Os dez mandamentos – fato histórico ou regra de conduta para o cristão?

Os Dez Mandamentos da Lei de Deus refletem o moral e o espiritual, provando que estes têm sua fonte e valor eterno no Criador

Os Dez Mandamentos de Deus nos foram colocados por Ele como ferramentas para tornar nossa vida feliz e agradável aos Seus olhos. Eles não resultam de um capricho divino, mas do cuidado do Senhor para conosco. Por isso, é necessário que valorizemos os Dez Mandamentos como imperativos absolutos de Deus para nós hoje e que sigamos esses princípios na sua letra e no seu espírito.

Numa rápida enquete feita por Comunhão com pessoas que transitavam pelo Centro
de Vitória, num sábado à tarde, a conclusão já esperada: ninguém soube relacionar quais são os Dez Mandamentos, descritos no Velho Testamento. Essa confusão ou desconhecimento não é obra do acaso, e aponta uma realidade: a do afastamento do homem de Deus e Seus princípios.

E nossa sociedade sofre com isso. Percebemos o impacto que ela reflete ao deparar com o crescente aumento da violência, da desobediência dos filhos, do adultério, da falsidade entre as pessoas, do apego ao que é material etc.

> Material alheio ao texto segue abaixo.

def test_create_makes_one_pull_per_condition_lot_and_time(users, lot):
    study = stability_study_create(users["manager"], **protocol(lot))
    pulls = PullPoint.objects.filter(study=study)
    assert pulls.count() == 2 * 1 * 3
    one_month = pulls.get(condition__temperature_c=25, offset=1)
    assert one_month.due_on == dt.date(2026, 6, 6)  # 2026-05-06 + 1 calendar month
    assert one_month.elapsed_months == 1.0


def test_pull_timing_in_days_uses_the_mean_gregorian_month():
    due, months = pull_timing(dt.date(2026, 1, 1), 90, "days")
    assert due == dt.date(2026, 4, 1)
    assert months == pytest.approx(90 / (365.25 / 12))  # 365.25 / 12 = 30.4375 days per month
    assert DAYS_PER_MONTH == 30.4375


@pytest.mark.parametrize(
    "override, field",
    [
        ({"conditions": []}, "conditions"),
        ({"conditions": [{"temperature_c": "warm"}]}, "conditions.0.temperature_c"),
        ({"conditions": [{"temperature_c": 25, "light": "dim"}]}, "conditions.0.light"),
        ({"pull_points": [{"offset": -1}]}, "pull_points.0.offset"),
        ({"pull_points": [{"offset": 1, "unit": "weeks"}]}, "pull_points.0.unit"),
        ({"attributes": [{"method_code": "xx", "maximum": 1}]}, "attributes.0.method_code"),
        ({"attributes": [{"method_code": "pv"}]}, "attributes.0"),
        ({"lots": [999999]}, "lots.0"),
        ({"claimed_shelf_life_months": 0}, "claimed_shelf_life_months"),
        ({"code": ""}, "code"),
    ],
)
def test_bad_protocols_name_the_field_and_write_nothing(users, lot, override, field):
    with pytest.raises(InvalidInput) as caught:
        stability_study_create(users["manager"], **protocol(lot, **override))
    assert field in caught.value.fields
    assert not StabilityStudy.objects.exists()


def test_analysts_may_not_create_studies(users, lot):
    with pytest.raises(NotAllowed):
        stability_study_create(users["analyst"], **protocol(lot))


def test_due_pulls_are_taken_exactly_once_with_the_studys_methods(users, lot):
    study = stability_study_create(users["manager"], **protocol(lot))
    first = stability_pulls_schedule(TODAY)
    second = stability_pulls_schedule(TODAY)
    assert (first.pulls_taken, second.pulls_taken) == (4, 0)  # 0 and 1 month, two conditions
    samples = Sample.objects.filter(kind=SampleKind.STABILITY_PULL)
    assert samples.count() == 4
    assert set(Test.objects.filter(sample__in=samples).values_list("method_code", flat=True)) == {"av", "pv"}
    assert PullPoint.objects.filter(study=study, sample__isnull=True).count() == 2


def test_pulls_are_taken_from_a_released_lot(users, lot):
    stability_study_create(users["manager"], **protocol(lot))
    lot.state = "released"
    lot.save(update_fields=["state"])
    assert stability_pulls_schedule(TODAY).pulls_taken == 4


def test_overdue_pulls_are_flagged_once_with_one_alert_each(users, lot):
    stability_study_create(users["manager"], **protocol(lot))  # started 2026-05-06
    # On 2026-06-15 the 0- and 1-month pulls (due 05-06 and 06-06) are more than 7 days
    # past due and untested: overdue (grace of 7 days: common practice, no source).
    first = stability_pulls_schedule(TODAY)
    assert (first.pulls_taken, first.pulls_overdue, first.alerts_raised) == (4, 4, 4)
    later = TODAY + dt.timedelta(days=30)  # the 2-month pulls, due 07-06, are taken and then overdue too
    second = stability_pulls_schedule(later)
    assert (second.pulls_taken, second.pulls_overdue) == (2, 2)
    assert PullPoint.objects.filter(overdue_since__isnull=True).count() == 0
    assert Alert.objects.filter(rule="pull_overdue").count() == 6
    assert stability_pulls_schedule(later).pulls_overdue == 0


def test_a_pull_tested_in_time_is_not_overdue(users, lot):
    stability_study_create(users["manager"], **protocol(lot, started_on=TODAY))
    stability_pulls_schedule(TODAY)
    Test.objects.filter(sample__kind=SampleKind.STABILITY_PULL).update(state=TestState.ACCEPTED)
    assert stability_pulls_schedule(TODAY + dt.timedelta(days=10)).pulls_overdue == 0


def test_a_closed_study_takes_no_pulls(users, lot):
    study = stability_study_create(users["manager"], **protocol(lot))
    stability_study_close(users["qa"], study, reason="product discontinued")
    assert stability_pulls_schedule(TODAY).pulls_taken == 0


# --- evaluation -------------------------------------------------------------------
EA = 90_000.0  # J/mol, inside the 79-104 kJ/mol of vegetable oils (references.md, found)
K25 = 0.5  # meq O2/kg per month at 25 °C (invented for the test)
PV0 = 1.0


def rate_at(celsius: float) -> float:
    """Arrhenius: k(T) = k(25 °C) exp(-Ea/R (1/T - 1/298.15))."""
    return K25 * np.exp(-EA / R * (1 / (celsius + 273.15) - 1 / 298.15))


@pytest.fixture
def evaluated_study(users, lot):
    months = [0, 1, 2, 3, 6]
    study = stability_study_create(users["manager"], **protocol(
        lot, code="STAB-ARR", claimed_shelf_life_months=18,
        conditions=[{"temperature_c": t} for t in (25, 35, 45)],
        pull_points=[{"offset": m} for m in months], attributes=[{"method_code": "pv", "maximum": 10}],
    ))
    line = SpecificationLineFactory(method_code="pv", maximum="1000")
    noise = [0.05, -0.05, 0.0, 0.05, -0.05]  # small, so the regression has a residual
    for pull in PullPoint.objects.filter(study=study).select_related("condition"):
        value = PV0 + rate_at(pull.condition.temperature_c) * pull.elapsed_months + noise[months.index(pull.offset)]
        pull.sample = SampleFactory(lot=lot, kind=SampleKind.STABILITY_PULL, label=f"pull-{pull.pk}")
        pull.save(update_fields=["sample"])
        TestFactory(sample=pull.sample, specification_line=line, method_code="pv", state=TestState.ACCEPTED,
                    value=value, reported=f"{value:.1f}", unit="meq O2/kg", verdict="pass")
    outcome = stability_study_evaluate(study)
    return study, outcome


def test_arrhenius_recovers_the_activation_energy(evaluated_study):
    _, outcome = evaluated_study
    arrhenius = outcome.evaluation["attributes"][0]["arrhenius"]
    assert arrhenius["activation_energy_kj_per_mol"] == pytest.approx(EA / 1000, rel=0.03)
    # Q10 = exp(10 Ea / (R T (T + 10))) at 298.15 K
    assert arrhenius["q10"] == pytest.approx(np.exp(10 * EA / (R * 298.15 * 308.15)), rel=0.05)
    assert arrhenius["rate_per_month"] == pytest.approx(K25, rel=0.05)


def test_q1e_shelf_life_at_storage_matches_scipy(evaluated_study):
    study, outcome = evaluated_study
    at_25 = next(c for c in outcome.evaluation["attributes"][0]["conditions"] if c["temperature_c"] == 25)
    rows = Test.objects.filter(sample__pull_point__condition_id=at_25["condition_id"]).values_list(
        "sample__pull_point__elapsed_months", "value")
    t, y = map(np.array, zip(*rows))
    fit = stats.linregress(t, y)
    n, resid = len(t), y - (fit.intercept + fit.slope * t)
    s = np.sqrt(resid @ resid / (n - 2))
    sxx = ((t - t.mean()) ** 2).sum()

    def upper_bound(x):  # one-sided 95 % bound of the regression mean (ICH Q1E, found)
        return fit.intercept + fit.slope * x + stats.t.ppf(0.95, n - 2) * s * np.sqrt(1 / n + (x - t.mean()) ** 2 / sxx)

    crossing = optimize.brentq(lambda x: upper_bound(x) - 10, 0, 100)
    shelf = at_25["shelf_life"]
    assert shelf["estimate_months"] == pytest.approx(crossing, rel=1e-6)
    # 35 °C is the intermediate condition (10 °C above storage) and PV passes 10 there at 6 months
    # (k = 1.6 per month): significant change at intermediate, so ICH Q1E allows no extrapolation
    # (Q1E 2.4.2.2; found in a summary of Appendix A): the cap is X = 6 months.
    assert outcome.evaluation["extrapolation"]["branch"] == "room_temperature.intermediate_change"
    assert shelf["extrapolation_cap_months"] == 6
    assert shelf["capped"] and shelf["months"] == 6
    # the prediction is the crossing itself; what 6 months of data support so far is the cap
    assert outcome.evaluation["predicted_shelf_life_months"] == pytest.approx(crossing, rel=1e-6)
    assert outcome.evaluation["supported_shelf_life_months"] == 6


def test_short_shelf_life_and_out_of_limit_pulls_raise_alerts_once(evaluated_study):
    study, outcome = evaluated_study
    # the ICH Q1E crossing (about 17.5 months) falls short of the claimed 18
    assert Alert.objects.filter(rule="shelf_life_short", study=study).count() == 1
    # 45 °C: k = 0.5 exp(...) ≈ 5.5 per month, so PV > 10 from 2 months on
    beyond = Alert.objects.filter(rule="pull_out_of_limit", study=study).count()
    assert beyond >= 3
    again = stability_study_evaluate(study)
    assert again.alerts_raised == 0
    study.refresh_from_db()
    assert study.evaluation["predicted_shelf_life_months"] == outcome.evaluation["predicted_shelf_life_months"]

Você já parou para refletir sobre, como seria nossa sociedade se as pessoas cumprissem o que Deus determinou em Êxodo 20:1-17 (repetido em Deuteronômio 5:7-21)?

Os Dez Mandamentos

Durante o êxodo, a Bíblia relata que depois da travessia do mar Vermelho, os israelitas vagaram durante 40 anos no deserto. No alto do monte Sinai, Deus revelou-se a Moisés, que recebeu as “Tábuas da Lei”, os Dez Mandamentos gravados em duas tábuas de pedra.

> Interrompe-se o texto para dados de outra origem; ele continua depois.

import { useMutation, useQueryClient, type QueryClient } from '@tanstack/react-query';
import { api } from '../../../lib/api-client';
import { editorRevisionKey, myPlansKey, ownPlanKey, planPath, revisionPath } from './keys';
import type { EditorRevision } from './types';

/** After a state change the plan (its history and pages) and My workshop are read again. */
function refreshPlan(queryClient: QueryClient, slug: string) {
  return Promise.all([
    queryClient.invalidateQueries({ queryKey: ownPlanKey(slug) }),
    queryClient.invalidateQueries({ queryKey: myPlansKey }),
  ]);
}

function useRevisionChange(slug: string, run: () => Promise<EditorRevision>) {
  const queryClient = useQueryClient();
  return useMutation({
    mutationFn: run,
    onSuccess: (revision) => {
      queryClient.setQueryData(editorRevisionKey(slug, revision.number), revision);
      return refreshPlan(queryClient, slug);
    },
  });
}

/** 400 `revision_incomplete` lists in `details` what is missing. */
export const useSubmitRevision = (slug: string, number: number) =>
  useRevisionChange(slug, () => api<EditorRevision>(`${revisionPath(slug, number)}/submit`, { method: 'POST' }));

export const useWithdrawRevision = (slug: string, number: number) =>
  useRevisionChange(slug, () => api<EditorRevision>(`${revisionPath(slug, number)}/withdraw`, { method: 'POST' }));

/** The next revision of a published plan, a draft copied from the latest published one. */
export const useStartRevision = (slug: string) =>
  useRevisionChange(slug, () => api<EditorRevision>(`${planPath(slug)}/revisions`, { method: 'POST' }));

/** Deletes a draft with its files; 409 when it is the plan's only revision. */
export function useDeleteRevision(slug: string, number: number) {
  const queryClient = useQueryClient();
  return useMutation({
    mutationFn: () => api<void>(revisionPath(slug, number), { method: 'DELETE' }),
    onSuccess: () => {
      // Gone: the editor must not read it again while it leaves.
      queryClient.removeQueries({ queryKey: editorRevisionKey(slug, number) });
      return refreshPlan(queryClient, slug);
    },
  });
}
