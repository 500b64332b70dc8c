import type { DrawingAnalysis, GrainRule, StockKind } from '@jigwright/core';

/**
 * What the designer's screens read and send, mirrored from the server's DTOs
 * (`packages/server/src/plans/dto/plan.dto.ts`, `revision.dto.ts`); only the fields these screens use.
 */

export type RevisionState = 'draft' | 'submitted' | 'published' | 'sent-back' | 'declined' | 'hidden';

/** A plan's details as the create form and the editor's details section send them. */
export interface PlanDetailsInput {
  title: string;
  summary: string;
  category: string;
  tags: string[];
  toolsNeeded: string[];
  licence: string;
  motorised: boolean;
}

export interface OwnRevisionSummary {
  number: number;
  state: RevisionState;
  changelog: string;
  publishedAt: string | null;
  updatedAt: string;
}

export interface OwnPlan {
  slug: string;
  title: string;
  summary: string;
  category: string;
  licence: string;
  motorised: boolean;
  tags: string[];
  tools: string[];
  viewerIsOwner: boolean;
  latestRevision: { number: number; publishedAt: string } | null;
  /** Oldest first. */
  revisions: OwnRevisionSummary[];
  updatedAt: string;
}

export interface HardwareRow {
  item: string;
  specification: string;
  quantity: number;
  note: string;
}

export type AnalysisStatus = 'queued' | 'analysing' | 'done' | 'failed';

export interface EditorDrawing {
  id: number;
  originalName: string;
  size: number;
  units: string | null;
  needsUnits: boolean;
  status: AnalysisStatus;
  error: string | null;
  entityCount: number | null;
  analysis: DrawingAnalysis | null;
}

export interface EditorPart {
  id: number;
  drawingId: number;
  name: string;
  quantity: number;
  quantityOverride: number | null;
  length: number;
  width: number;
  thickness: number;
  material: string;
  stock: StockKind;
  grain: GrainRule;
  /** Send back as `expectedUpdatedAt` when saving the part. */
  updatedAt: string;
}

export interface EditorAttachment {
  id: number;
  name: string;
  mediaType: string;
  size: number;
  description: string;
  downloadUrl: string;
}

export interface EditorRevision {
  planSlug: string;
  number: number;
  state: RevisionState;
  editable: boolean;
  changelog: string;
  notes: string;
  safetyNotes: string;
  hardware: HardwareRow[];
  publishedAt: string | null;
  /** Send back as `expectedUpdatedAt` when saving the revision. */
  updatedAt: string;
  drawings: EditorDrawing[];
  parts: EditorPart[];
  attachments: EditorAttachment[];
}

/** The revision's own text, as the editor saves it. */
export interface RevisionText {
  changelog: string;
  notes: string;
  safetyNotes: string;
  hardware: HardwareRow[];
}

export interface PartChanges {
  name: string;
  material: string;
  thickness: number;
  stock: StockKind;
  grain: GrainRule;
  quantityOverride: number | null;
}
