import { queryOptions, useQuery } from '@tanstack/react-query';
import { api } from '../../../lib/api-client';
import { ownPlanKey, planPath } from './keys';
import type { OwnPlan } from './types';

export const ownPlanQueryOptions = (slug: string) =>
  queryOptions({ queryKey: ownPlanKey(slug), queryFn: () => api<OwnPlan>(planPath(slug)) });

export function useOwnPlan(slug: string) {
  return useQuery(ownPlanQueryOptions(slug));
}
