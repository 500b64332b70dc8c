import { useMutation, useQueryClient } from '@tanstack/react-query';
import { api } from '../../../lib/api-client';
import { uploadFile, type UploadOptions } from '../../../lib/upload';
import { editorRevisionKey, revisionPath } from './keys';
import type { EditorAttachment, EditorDrawing } from './types';

/** The server's limits (`uploads.service.ts`), checked here first so that nobody waits to be told. */
export const DRAWING_MAX_BYTES = 16 * 1024 * 1024;
export const ATTACHMENT_MAX_BYTES = 8 * 1024 * 1024;

export function uploadDrawing(slug: string, number: number, file: File, options: UploadOptions) {
  return uploadFile<EditorDrawing>(`${revisionPath(slug, number)}/drawings`, file, options);
}

export function uploadAttachment(slug: string, number: number, file: File, options: UploadOptions) {
  return uploadFile<EditorAttachment>(`${revisionPath(slug, number)}/attachments`, file, options);
}

export function deleteDrawing(slug: string, number: number, drawingId: number) {
  return api<void>(`${revisionPath(slug, number)}/drawings/${drawingId}`, { method: 'DELETE' });
}

export function deleteAttachment(slug: string, number: number, attachmentId: number) {
  return api<void>(`${revisionPath(slug, number)}/attachments/${attachmentId}`, { method: 'DELETE' });
}

/** Every change to a revision's files is followed by reading the revision again (parts come and go). */
function useFileChange<TArgs>(slug: string, number: number, run: (args: TArgs) => Promise<unknown>) {
  const queryClient = useQueryClient();
  return useMutation({
    mutationFn: run,
    onSettled: () => queryClient.invalidateQueries({ queryKey: editorRevisionKey(slug, number) }),
  });
}

export const useDeleteDrawing = (slug: string, number: number) =>
  useFileChange(slug, number, (drawingId: number) => deleteDrawing(slug, number, drawingId));

export const useDeleteAttachment = (slug: string, number: number) =>
  useFileChange(slug, number, (attachmentId: number) => deleteAttachment(slug, number, attachmentId));

/** For a drawing that declares no units: read it again in these. */
export const useSetDrawingUnits = (slug: string, number: number) =>
  useFileChange(slug, number, ({ drawingId, units }: { drawingId: number; units: string }) =>
    api<EditorDrawing>(`${revisionPath(slug, number)}/drawings/${drawingId}`, { method: 'PATCH', body: { units } }),
  );
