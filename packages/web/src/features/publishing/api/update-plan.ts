import { useMutation, useQueryClient } from '@tanstack/react-query';
import { api } from '../../../lib/api-client';
import { myPlansKey, ownPlanKey, planPath } from './keys';
import type { OwnPlan, PlanDetailsInput } from './types';

/**
 * Saves a plan's details. `expectedUpdatedAt` is the plan's `updatedAt` as the editor loaded it: a
 * save made meanwhile elsewhere gets 409 `plan_changed` instead of being overwritten.
 */
export function updatePlan(slug: string, details: PlanDetailsInput, expectedUpdatedAt: string): Promise<OwnPlan> {
  return api<OwnPlan>(planPath(slug), { method: 'PATCH', body: { ...details, expectedUpdatedAt } });
}

export function useUpdatePlan(slug: string) {
  const queryClient = useQueryClient();
  return useMutation({
    mutationFn: ({ details, expectedUpdatedAt }: { details: PlanDetailsInput; expectedUpdatedAt: string }) =>
      updatePlan(slug, details, expectedUpdatedAt),
    onSuccess: (plan) => {
      queryClient.setQueryData(ownPlanKey(slug), plan);
      return queryClient.invalidateQueries({ queryKey: myPlansKey });
    },
  });
}
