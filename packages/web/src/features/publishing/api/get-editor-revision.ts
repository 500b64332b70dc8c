import { queryOptions, useQuery } from '@tanstack/react-query';
import { api } from '../../../lib/api-client';
import { editorRevisionKey, revisionPath } from './keys';
import type { EditorRevision } from './types';

/** How often the editor asks again while a drawing is waiting for or in its analysis. */
export const ANALYSIS_POLL_MS = 1000;

export const isAnalysing = (revision: EditorRevision | undefined) =>
  revision?.drawings.some((drawing) => drawing.status === 'queued' || drawing.status === 'analysing') ?? false;

export const editorRevisionQueryOptions = (slug: string, number: number) =>
  queryOptions({
    queryKey: editorRevisionKey(slug, number),
    queryFn: () => api<EditorRevision>(revisionPath(slug, number)),
    // The editor is the one place that changes a draft: no background refetch that would race a save.
    refetchOnWindowFocus: false,
    refetchInterval: (query) => (isAnalysing(query.state.data) ? ANALYSIS_POLL_MS : false),
  });

export function useEditorRevision(slug: string, number: number) {
  return useQuery(editorRevisionQueryOptions(slug, number));
}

Nas quatro décadas da caminhada no deserto Deus falou diretamente com Moisés (Ex 14:15) e deu todas as leis a serem seguidas por Seu “povo eleito”: os Dez Mandamentos, o conjunto de leis sociais e penais, as regras dos alimentos, os direitos sobre propriedades. Tudo foi transmitido por Deus a Moisés, que retransmitia cada palavra ao povo que o seguia.

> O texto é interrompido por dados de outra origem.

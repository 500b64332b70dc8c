import { useMutation, useQueryClient } from '@tanstack/react-query';
import { api } from '../../../lib/api-client';
import { myPlansKey, ownPlanKey, planPath } from './keys';
import type { OwnPlan, PlanDetailsInput } from './types';

export function updatePlan(slug: string, details: PlanDetailsInput): Promise<OwnPlan> {
  return api<OwnPlan>(planPath(slug), { method: 'PATCH', body: details });
}

export function useUpdatePlan(slug: string) {
  const queryClient = useQueryClient();
  return useMutation({
    mutationFn: (details: PlanDetailsInput) => updatePlan(slug, details),
    onSuccess: (plan) => {
      queryClient.setQueryData(ownPlanKey(slug), plan);
      return queryClient.invalidateQueries({ queryKey: myPlansKey });
    },
  });
}
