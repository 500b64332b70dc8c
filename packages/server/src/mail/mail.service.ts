import { Injectable, OnModuleDestroy } from '@nestjs/common';
import { ConfigService } from '@nestjs/config';
import { createTransport, type Transporter } from 'nodemailer';
import type { Environment } from '../config/environment';

export interface OutgoingMail {
  to: string;
  subject: string;
  text: string;
  html?: string;
}

/** How long SMTP may stay silent at each step before the send fails. */
export const SMTP_TIMEOUT_MS = 5_000;

/** Sends e-mail through SMTP with nodemailer: the local fake inbox, or a real relay by configuration. */
@Injectable()
export class MailService implements OnModuleDestroy {
  private readonly transporter: Transporter;
  private readonly from: string;

  constructor(config: ConfigService<Environment, true>) {
    const user = config.get('SMTP_USER', { infer: true });
    const pass = config.get('SMTP_PASSWORD', { infer: true });
    this.from = config.get('MAIL_FROM', { infer: true });
    this.transporter = createTransport({
      host: config.get('SMTP_HOST', { infer: true }),
      port: config.get('SMTP_PORT', { infer: true }),
      secure: config.get('SMTP_SECURE', { infer: true }),
      ...(user ? { auth: { user, pass } } : {}),
      // A relay that accepts and then says nothing must not hold a request for nodemailer's
      // defaults (2 minutes to connect, 10 minutes of silence): mail is sent inside requests.
      connectionTimeout: SMTP_TIMEOUT_MS,
      greetingTimeout: SMTP_TIMEOUT_MS,
      socketTimeout: SMTP_TIMEOUT_MS,
    });
  }

  async send(mail: OutgoingMail): Promise<void> {
    await this.transporter.sendMail({ from: this.from, ...mail });
  }

  onModuleDestroy(): void {
    this.transporter.close();
  }
}
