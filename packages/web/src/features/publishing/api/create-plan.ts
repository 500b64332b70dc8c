import { useMutation, useQueryClient } from '@tanstack/react-query';
import { api } from '../../../lib/api-client';
import { myPlansKey, ownPlanKey } from './keys';
import type { OwnPlan, PlanDetailsInput } from './types';

export function createPlan(details: PlanDetailsInput): Promise<OwnPlan> {
  return api<OwnPlan>('/plans', { method: 'POST', body: details });
}

export function useCreatePlan() {
  const queryClient = useQueryClient();
  return useMutation({
    mutationFn: createPlan,
    onSuccess: (plan) => {
      queryClient.setQueryData(ownPlanKey(plan.slug), plan);
      return queryClient.invalidateQueries({ queryKey: myPlansKey });
    },
  });
}
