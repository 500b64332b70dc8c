import { useMutation, useQueryClient } from '@tanstack/react-query';
import { api } from '../../../lib/api-client';
import { editorRevisionKey, revisionPath } from './keys';
import type { EditorPart, EditorRevision, PartChanges } from './types';

/** Saves one part; 409 `part_changed` when it was saved elsewhere since `expectedUpdatedAt`. */
export function updatePart(
  slug: string,
  number: number,
  partId: number,
  changes: PartChanges,
  expectedUpdatedAt: string,
): Promise<EditorPart> {
  return api<EditorPart>(`${revisionPath(slug, number)}/parts/${partId}`, {
    method: 'PATCH',
    body: { ...changes, expectedUpdatedAt },
  });
}

export function useUpdatePart(slug: string, number: number) {
  const queryClient = useQueryClient();
  return useMutation({
    mutationFn: ({ part, changes }: { part: EditorPart; changes: PartChanges }) =>
      updatePart(slug, number, part.id, changes, part.updatedAt),
    onSuccess: (saved) =>
      queryClient.setQueryData<EditorRevision>(
        editorRevisionKey(slug, number),
        (revision) =>
          revision && { ...revision, parts: revision.parts.map((part) => (part.id === saved.id ? saved : part)) },
      ),
  });
}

Ao revelar-se para Moisés, Deus estabelecia uma aliança com os filhos de Israel, que, mesmo assim, desviaram-se da crença em um único Deus, adorando um bezerro de ouro, enquanto Moisés dialogava com Deus no alto do monte Sinai. Os Dez Mandamentos da Lei de Deus refletem o moral e o espiritual, provando que estes têm sua fonte e valor eterno no Criador. São eles:

1. Não terás outros deuses diante de mim;

2. Não farás para ti imagem de escultura, não te curvarás a elas, nem as servirás;

3. Não pronunciarás o nome do Senhor teu Deus em vão;

4. Lembra-te do dia do sábado para o santificar. Seis dias trabalharás, mas o sétimo dia é o sábado do Senhor teu Deus, não farás nenhuma obra;

5. Honra o teu pai e tua mãe;

6. Não matarás;

7. Não adulterarás;

8. Não furtarás;

9. Não dirás falso testemunho, não mentirás;

10. Não cobiçarás a mulher do próximo, nem a sua casa e seus bens.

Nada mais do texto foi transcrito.